“陳少,實在對不住,咱們這算不打不相識了,剛才多有冒犯,您多見諒,如果不嫌棄的話今晚在下擺一桌酒席,專門給您賠罪可好?”
結束跟秦正豪的通話,廖九狼狽不堪從地上爬起來,一邊擦拭著臉上的鼻涕眼淚一邊道歉道。
拋開陳義這個魔鬼不談。
秦正豪早前就是草莽出身,從街頭一路一刀一刀砍出的一條的血路爬到今天這個地位,他掌握的能量絕非一個四海幫可以叫板的。
勢不如人,唯有低頭。
“酒席就算了,只要你們不找我這朋友的麻煩就行。
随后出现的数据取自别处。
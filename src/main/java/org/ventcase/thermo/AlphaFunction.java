package org.ventcase.thermo;

/**
 * Temperature dependence of the attraction parameter, a(T) = a_c alpha(Tr), with its first and
 * second derivatives with respect to the reduced temperature Tr = T/Tc (needed for enthalpy,
 * entropy and heat capacities). Implementations are immutable and satisfy alpha(1) = 1.
 */
public interface AlphaFunction {

    /** alpha at reduced temperature tr. */
    double alpha(double tr);

    /** d alpha / d Tr. */
    double dAlpha(double tr);

    /** d2 alpha / d Tr2. */
    double d2Alpha(double tr);

    /** Short description for the calculation trace, e.g. "Soave, m = 0.5999". */
    String describe();

    /** alpha = 1: the van der Waals equation (1873) has no temperature dependence in a. */
    record Constant() implements AlphaFunction {
        @Override
        public double alpha(double tr) {
            return 1.0;
        }

        @Override
        public double dAlpha(double tr) {
            return 0.0;
        }

        @Override
        public double d2Alpha(double tr) {
            return 0.0;
        }

        @Override
        public String describe() {
            return "alpha = 1";
        }
    }

    /**
     * alpha = Tr^-1/2.
     *
     * <p>Source: O. Redlich, J.N.S. Kwong, Chem. Rev. 44 (1949) 233-244, DOI 10.1021/cr60137a013.
     */
    record RedlichKwong() implements AlphaFunction {
        @Override
        public double alpha(double tr) {
            return 1.0 / Math.sqrt(tr);
        }

        @Override
        public double dAlpha(double tr) {
            return -0.5 / (tr * Math.sqrt(tr));
        }

        @Override
        public double d2Alpha(double tr) {
            return 0.75 / (tr * tr * Math.sqrt(tr));
        }

        @Override
        public String describe() {
            return "alpha = Tr^-0.5";
        }
    }

    /**
     * Soave form alpha = [1 + m (1 - sqrt(Tr))]^2, with m from an acentric-factor correlation
     * ({@link MCorrelation}).
     *
     * <p>Source: G. Soave, Chem. Eng. Sci. 27 (1972) 1197-1203, DOI 10.1016/0009-2509(72)80096-4.
     *
     * @param m the slope parameter
     * @param correlation which published m(omega) produced it (for the trace)
     */
    record Soave(double m, MCorrelation correlation) implements AlphaFunction {
        public Soave {
            if (!Double.isFinite(m)) {
                throw new IllegalArgumentException("Soave m must be finite");
            }
        }

        @Override
        public double alpha(double tr) {
            double s = 1.0 + m * (1.0 - Math.sqrt(tr));
            return s * s;
        }

        @Override
        public double dAlpha(double tr) {
            double sq = Math.sqrt(tr);
            double s = 1.0 + m * (1.0 - sq);
            return -m * s / sq;
        }

        @Override
        public double d2Alpha(double tr) {
            double sq = Math.sqrt(tr);
            // d/dTr of -m s Tr^-1/2 = m^2/(2 Tr) + m s/(2 Tr^1.5)
            double s = 1.0 + m * (1.0 - sq);
            return m * m / (2.0 * tr) + m * s / (2.0 * tr * sq);
        }

        @Override
        public String describe() {
            return String.format(java.util.Locale.US, "Soave form, m = %.5f (%s)", m, correlation.citation());
        }
    }
    /**
     * Twu (1991) form alpha = Tr^(N(M - 1)) exp[L (1 - Tr^(M N))], with per-component published L,
     * M and N. With g = d ln alpha/d Tr = N (M - 1)/Tr - L M N Tr^(M N - 1):
     * d alpha/d Tr = alpha g and d2 alpha/d Tr2 = alpha (g^2 + g'),
     * g' = -N (M - 1)/Tr^2 - L M N (M N - 1) Tr^(M N - 2).
     *
     * <p>Source: C.H. Twu, D. Bluck, J.R. Cunningham, J.E. Coon, Fluid Phase Equilib. 69 (1991)
     * 33-50, DOI 10.1016/0378-3812(91)90024-2. The parameters carry their own source
     * ({@link TwuParameters}).
     *
     * @param source where L, M and N come from (for the trace)
     */
    record Twu(double l, double m, double n, String source) implements AlphaFunction {
        public Twu {
            if (!(Double.isFinite(l) && Double.isFinite(m) && Double.isFinite(n)) || !(m > 0) || !(n > 0)) {
                throw new IllegalArgumentException("Twu L, M, N must be finite with M, N > 0");
            }
        }

        // One logarithm and two exponentials per evaluation: Tr^(M N) = exp(M N ln Tr).
        @Override
        public double alpha(double tr) {
            double lt = Math.log(tr);
            return Math.exp(n * (m - 1.0) * lt + l * (1.0 - Math.exp(m * n * lt)));
        }

        private double g(double tr, double trMn) {
            return n * (m - 1.0) / tr - l * m * n * trMn / tr;
        }

        @Override
        public double dAlpha(double tr) {
            double lt = Math.log(tr);
            double trMn = Math.exp(m * n * lt);
            double a = Math.exp(n * (m - 1.0) * lt + l * (1.0 - trMn));
            return a * g(tr, trMn);
        }

        @Override
        public double d2Alpha(double tr) {
            double lt = Math.log(tr);
            double trMn = Math.exp(m * n * lt);
            double a = Math.exp(n * (m - 1.0) * lt + l * (1.0 - trMn));
            double g = g(tr, trMn);
            double g1 = -n * (m - 1.0) / (tr * tr) - l * m * n * (m * n - 1.0) * trMn / (tr * tr);
            return a * (g * g + g1);
        }

        @Override
        public String describe() {
            return String.format(java.util.Locale.US, "Twu form, L = %.6f, M = %.6f, N = %.6f (%s)", l, m, n, source);
        }
    }
}
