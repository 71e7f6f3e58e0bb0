package org.ventcase.thermo;

import java.util.Locale;

/**
 * The root chosen for a requested phase, with what is needed to say why. The sentence is built
 * only when asked for ({@link #reason()}), so that the hot path allocates no text.
 *
 * @param z          the chosen compressibility factor (raw cubic root)
 * @param roots      all real roots
 * @param request    what the caller asked for
 * @param liquidLike whether the chosen root is the liquid-like one
 * @param requestedMissing true when the caller asked for a liquid or vapour root that does not
 *                   exist at these conditions (only one real root); the single root is returned
 * @param gLiquid    G^R/RT of the smallest root when two were compared, else 0 (unused)
 * @param gVapor     G^R/RT of the largest root when two were compared, else 0 (unused)
 */
public record RootSelection(double z, CubicRoots roots, PhaseRequest request, boolean liquidLike,
                            boolean requestedMissing, double gLiquid, double gVapor) {

    /** One sentence: which root was chosen and why. */
    public String reason() {
        if (roots.count() == 1) {
            return String.format(Locale.US,
                    "one physical root Z = %.6g; it is %s (molar volume %s v* = (Zc/Omega_b) b)", z,
                    liquidLike ? "liquid-like" : "vapour-like", liquidLike ? "below" : "above");
        }
        switch (request) {
            case LIQUID:
                return String.format(Locale.US, "%s; liquid requested: smallest root Z = %.6g",
                        roots.rootCase().words(), z);
            case VAPOR:
                return String.format(Locale.US, "%s; vapour requested: largest root Z = %.6g",
                        roots.rootCase().words(), z);
            default:
                return String.format(Locale.US,
                        "%s; stable root by lowest Gibbs energy: G^R/RT = %.6g at Z = %.6g (liquid-like), "
                                + "%.6g at Z = %.6g (vapour-like); chose %s",
                        roots.rootCase().words(), gLiquid, roots.smallest(), gVapor, roots.largest(),
                        liquidLike ? "liquid-like" : "vapour-like");
        }
    }
}
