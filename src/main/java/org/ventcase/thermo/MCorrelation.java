package org.ventcase.thermo;

/**
 * The published correlations of the Soave slope m with the acentric factor omega. Kept in one
 * place so that no polynomial is written twice.
 */
public enum MCorrelation {
    /**
     * m = 0.480 + 1.574 omega - 0.176 omega^2.
     * Source: G. Soave, Chem. Eng. Sci. 27 (1972) 1197, eq. (13).
     */
    SOAVE_1972("Soave 1972") {
        @Override
        public double m(double w) {
            return 0.480 + w * (1.574 - 0.176 * w);
        }
    },
    /**
     * m = 0.37464 + 1.54226 omega - 0.26992 omega^2.
     * Source: D.-Y. Peng, D.B. Robinson, Ind. Eng. Chem. Fundam. 15 (1976) 59-64, eq. (18),
     * DOI 10.1021/i160057a011.
     */
    PENG_ROBINSON_1976("Peng-Robinson 1976") {
        @Override
        public double m(double w) {
            return 0.37464 + w * (1.54226 - 0.26992 * w);
        }
    },
    /**
     * The 1976 polynomial for omega <= 0.491, and
     * m = 0.379642 + 1.48503 omega - 0.164423 omega^2 + 0.016666 omega^3 above.
     * Source: D.B. Robinson, D.-Y. Peng, "The characterization of the heptanes and heavier
     * fractions for the GPA Peng-Robinson programs", GPA Research Report RR-28 (1978).
     */
    PENG_ROBINSON_1978("Peng-Robinson 1978 (GPA RR-28)") {
        @Override
        public double m(double w) {
            if (w <= 0.491) {
                return PENG_ROBINSON_1976.m(w);
            }
            return 0.379642 + w * (1.48503 + w * (-0.164423 + w * 0.016666));
        }
    };

    private final String citation;

    MCorrelation(String citation) {
        this.citation = citation;
    }

    /** m as a function of the acentric factor. */
    public abstract double m(double omega);

    public String citation() {
        return citation;
    }
}
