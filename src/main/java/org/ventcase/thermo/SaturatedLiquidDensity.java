package org.ventcase.thermo;

import java.util.HashMap;
import java.util.Map;
import java.util.Optional;

import org.ventcase.common.CsvTable;

/**
 * Published saturated-liquid density correlations of the built-in components, from
 * {@code liquid-density.csv} (sources in its header), matched by CAS number. They anchor the
 * temperature-dependent volume translation of {@link EosVariant#PRTWU}
 * ({@link VolumeTranslation.Anchored}).
 *
 * <ul>
 * <li>DIPPR equation 105: rho = C1 / C2^(1 + (1 - T/C3)^C4), kmol/m3. Source: Perry's Chemical
 * Engineers' Handbook, 8th ed. (2008), Table 2-32.</li>
 * <li>Water: rho'/rho_c = 1 + sum b_i tau^(e_i/3), tau = 1 - T/Tc, Tc = 647.096 K,
 * rho_c = 322 kg/m3, b = (1.99274064, 1.09965342, -0.510839303, -1.75493479, -45.5170352,
 * -6.74694450e5), e = (1, 2, 5, 16, 43, 110). Source: IAPWS, Revised Supplementary Release on
 * Saturation Properties of Ordinary Water Substance (1992), eq. 2.</li>
 * </ul>
 */
public final class SaturatedLiquidDensity {

    /** Resource path of the table. */
    public static final String RESOURCE = "/org/ventcase/thermo/liquid-density.csv";

    private static final double[] IAPWS_B = {1.99274064, 1.09965342, -0.510839303, -1.75493479, -45.5170352,
            -6.74694450e5};
    private static final double[] IAPWS_E = {1, 2, 5, 16, 43, 110};
    private static final double IAPWS_TC = 647.096;
    private static final double IAPWS_RHOC = 322.0;

    /**
     * One correlation.
     *
     * @param equation "DIPPR105" or "IAPWS1992"
     * @param tMinK    lowest temperature of the correlation's range, K
     * @param tMaxK    highest (the correlation's critical temperature), K
     * @param source   the citation printed beside it
     */
    public record Correlation(String component, String equation, double c1, double c2, double c3, double c4,
                              double tMinK, double tMaxK, String source) {

        /** Saturated-liquid molar volume at T (tMinK <= T < tMaxK), m3/mol. */
        public double molarVolume(double t, double molarMassKgKmol) {
            if ("IAPWS1992".equals(equation)) {
                double tau = 1.0 - t / IAPWS_TC;
                double c = Math.cbrt(tau);
                double s = 1.0;
                for (int i = 0; i < IAPWS_B.length; i++) {
                    s += IAPWS_B[i] * Math.pow(c, IAPWS_E[i]);
                }
                return molarMassKgKmol * 1e-3 / (s * IAPWS_RHOC);
            }
            double kmolPerM3 = c1 / Math.pow(c2, 1.0 + Math.pow(1.0 - t / c3, c4));
            return 1e-3 / kmolPerM3;
        }
    }

    private static final class Holder {
        static final Map<String, Correlation> BY_CAS = load();
    }

    private SaturatedLiquidDensity() {
    }

    /** The correlation of a built-in component, matched by CAS number; empty where none is listed. */
    public static Optional<Correlation> find(Component c) {
        if (c.cas().isEmpty()) {
            return Optional.empty();
        }
        return Optional.ofNullable(Holder.BY_CAS.get(c.cas()));
    }

    private static Map<String, Correlation> load() {
        Map<String, Correlation> out = new HashMap<>();
        for (CsvTable.Row row : CsvTable.resource(SaturatedLiquidDensity.class, RESOURCE, CsvTable.LastColumn.FIELD).rows()) {
            String eq = row.text("equation");
            if (!"DIPPR105".equals(eq) && !"IAPWS1992".equals(eq)) {
                throw new IllegalStateException(RESOURCE + ": unknown equation " + eq);
            }
            String source = row.text("source");
            String citation = source.startsWith("Perry8-T2-32")
                    ? "DIPPR eq. 105, Perry's Chemical Engineers' Handbook 8th ed. (2008) Table 2-32"
                    : source;
            Correlation c = new Correlation(row.text("name"), eq, row.number("C1"),
                    row.number("C2"), row.number("C3"), row.number("C4"),
                    row.number("Tmin_K"), row.number("Tmax_K"), citation);
            if (out.put(row.text("cas"), c) != null) {
                throw new IllegalStateException(RESOURCE + ": two rows for CAS " + row.text("cas"));
            }
        }
        return Map.copyOf(out);
    }
}
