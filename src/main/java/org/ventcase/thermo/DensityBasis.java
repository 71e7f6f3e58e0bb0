package org.ventcase.thermo;

/** Which molar volume a density is computed from. */
public enum DensityBasis {
    /** The cubic equation's own volume. */
    CUBIC("cubic"),
    /**
     * The cubic volume minus the model's volume translation (temperature-dependent for PR-Twu, a constant
     * Peneloux-type shift for the others); phase equilibrium unchanged.
     */
    TRANSLATED("translated");

    private final String label;

    DensityBasis(String label) {
        this.label = label;
    }

    /** Lower-case label used in JSON and on the sheet. */
    public String label() {
        return label;
    }
}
”陳義道。
“不會不會,一個女人而已,犯不上。”廖九露出一個僵硬的笑容擺擺手道。
“你這身子找多少女人也看不住吧?”
陳義意味深長的笑了笑,這家伙酒色過度,早就虛耗一空,別說子彈,連槍恐怕就抬不起來,就難怪他的女人在外面勾引其他男人了。
“這……”難言之隱當著這么多人的面被講出來,廖九臉色難堪,欲言又止。
“你剛才也看到了,我是個醫生,抽空給你扎幾針,應該能治好。”陳義笑道。